Protein, das sowohl an der DNA-Reparatur als auch an der Protein-Ubiquitinierung beteiligt ist, als Teil des UV-DDB-Komplexes bzw. der DCX-Komplexe (DDB1-CUL4-X-box). Kernbestandteil des UV-DDB-Komplexes (UV-damaged DNA-binding protein complex), eines Komplexes, der UV-induzierte DNA-Schäden erkennt und Proteine des Nukleotid-Exzisions-Reparaturwegs (NER-Weg) rekrutiert, um die DNA-Reparatur einzuleiten. Der UV-DDB-Komplex bindet bevorzugt an Cyclobutanpyrimidin-Dimere (CPD), 6-4 Photoprodukte (6-4 PP), Apurinstellen und kurze Fehlpaarungen. Funktioniert auch als Bestandteil zahlreicher unterschiedlicher DCX (DDB1-CUL4-X-box) E3-Ubiquitin-Protein-Ligase-Komplexe, die die Ubiquitinierung und den anschließenden proteasomalen Abbau von Zielproteinen vermitteln.

Bewerbung

Um eine optimale Testleistung sicherzustellen, empfiehlt AREX die Durchführung einer auf jedes Testsystem zugeschnittenen Reagenzientitration, um optimale Nachweisergebnisse zu erzielen.

WB	1:500 - 1:2000
IHC	1:50 - 1:200
IF/ICC	1:50 - 1:200

*Ergebnisse sind probenspezifisch. Bitte beziehen Sie sich als Referenz auf Ihre lokalen Testbedingungen und Testparameter.

Übersicht

Beschreibung	Polyklonaler Kaninchen-Antikörper gegen DDB1
Spezifität	Erkennt endogene Mengen an DDB1-Protein.
Antikörpertyp	Primärer Antikörper
Immunogen	KLH-konjugiertes synthetisches Peptid von menschlichem DDB1
Reinigung	Der Antikörper wurde durch Immunogenaffinitätschromatographie gereinigt.
Molekulargewicht	Voraussichtlich: 50; Beobachtet: 127 kD
Form/Puffer	Flüssigkeit aus 0,42 % Kaliumphosphat, 0,87 % Natriumchlorid, pH 7,3, 30 % Glycerin und 0,01 % Natriumazid.
Alternative Namen	XAP1; DNA-Schaden-bindendes Protein 1; DDB p127-Untereinheit; DNA-Schaden-bindendes Protein a; DDBa; Schädigung-spezifisches DNA-Bindungsprotein 1; HBV X-assoziiertes Protein 1; XAP-1; UV-geschädigte DNA-Bindungsfaktor; UV-geschädigte DNA-bindendes Protein 1; UV-DDB 1; XPE-Bindungsfaktor; XPE-BF; Xeroderma pigmentosum Gruppe E-komplementierendes Protein; XPCe
Gensymbol	DDB1
Entrez Gene	1642 (Mensch); 13194(Maus)
SwissProt	Q16531 (Mensch); Q3U1J4(Maus); Q9ESW0(Ratte)
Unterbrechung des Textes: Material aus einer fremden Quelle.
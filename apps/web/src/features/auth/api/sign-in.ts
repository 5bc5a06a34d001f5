import { useMutation, useQueryClient } from "@tanstack/react-query";
import { ACCOUNT_DEACTIVATED_MESSAGE } from "@plumeline/contracts";
import { authClient } from "@/lib/auth-client";
import { ApiError } from "@/lib/api-error";
import { getMeQueryOptions } from "./get-me";

export interface SignInInput {
  email: string;
  password: string;
}

export async function signIn({ email, password }: SignInInput): Promise<void> {
  const { error } = await authClient.signIn.email({ email, password });
  if (error) {
    const status = error.status ?? 401;
    throw new ApiError(
      status,
      error.code ?? "sign_in_failed",
      // better-auth's code for its admin-plugin ban, which Plumeline calls deactivation.
      error.code === "BANNED_USER"
        ? ACCOUNT_DEACTIVATED_MESSAGE
        : status === 401 || status === 400
          ? "Email or password is not right."
          : status === 429
            ? "Too many sign-in attempts. Wait a minute, then try again."
            : (error.message ?? "Sign-in failed"),
    );
  }
}

export function useSignIn() {
  const queryClient = useQueryClient();
  return useMutation({
    mutationFn: signIn,
    onSuccess: () => queryClient.invalidateQueries({ queryKey: getMeQueryOptions().queryKey }),
  });
}

/** Signs out and forgets every cached answer, so the next user sees nothing of the last. */
export function useSignOut() {
  const queryClient = useQueryClient();
  return useMutation({
    mutationFn: async () => {
      await authClient.signOut();
    },
    onSettled: () => queryClient.clear(),
  });
}
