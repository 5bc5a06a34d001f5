import { inviteUserBodySchema, updateUserBodySchema, userIdParamsSchema } from "@plumeline/contracts";
import type { ValidationSchemas } from "../../middleware/validate.js";

/** What each user-management endpoint accepts: the route validates it, the controller reads it typed. */
export const usersInputs = {
  invite: { body: inviteUserBodySchema },
  update: { params: userIdParamsSchema, body: updateUserBodySchema },
  byId: { params: userIdParamsSchema },
} satisfies Record<string, ValidationSchemas>;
*AREX optimiert unsere Produkte kontinuierlich. Der Inhalt der Webseite spiegelt möglicherweise nicht die neuesten Aktualisierungen wider. Für Anfragen wenden Sie sich bitte an info@arexbio.com oder Ihren lokalen Händler.
*Klonnummer, Reaktivität, Quelle/Host und Klonalität finden Sie oben im Abschnitt Produktname und Hauptfunktionen.

Daten

Western-Blot-Analyse der DDB1-Expression in Ganzzelllysaten von A549 (A), Mäusehirn (B), Mäusemilz (C) und Mäuseleber (D). (Vorhergesagte Bandengröße: 50; 126 kD; beobachtete Bandengröße: 127 kD)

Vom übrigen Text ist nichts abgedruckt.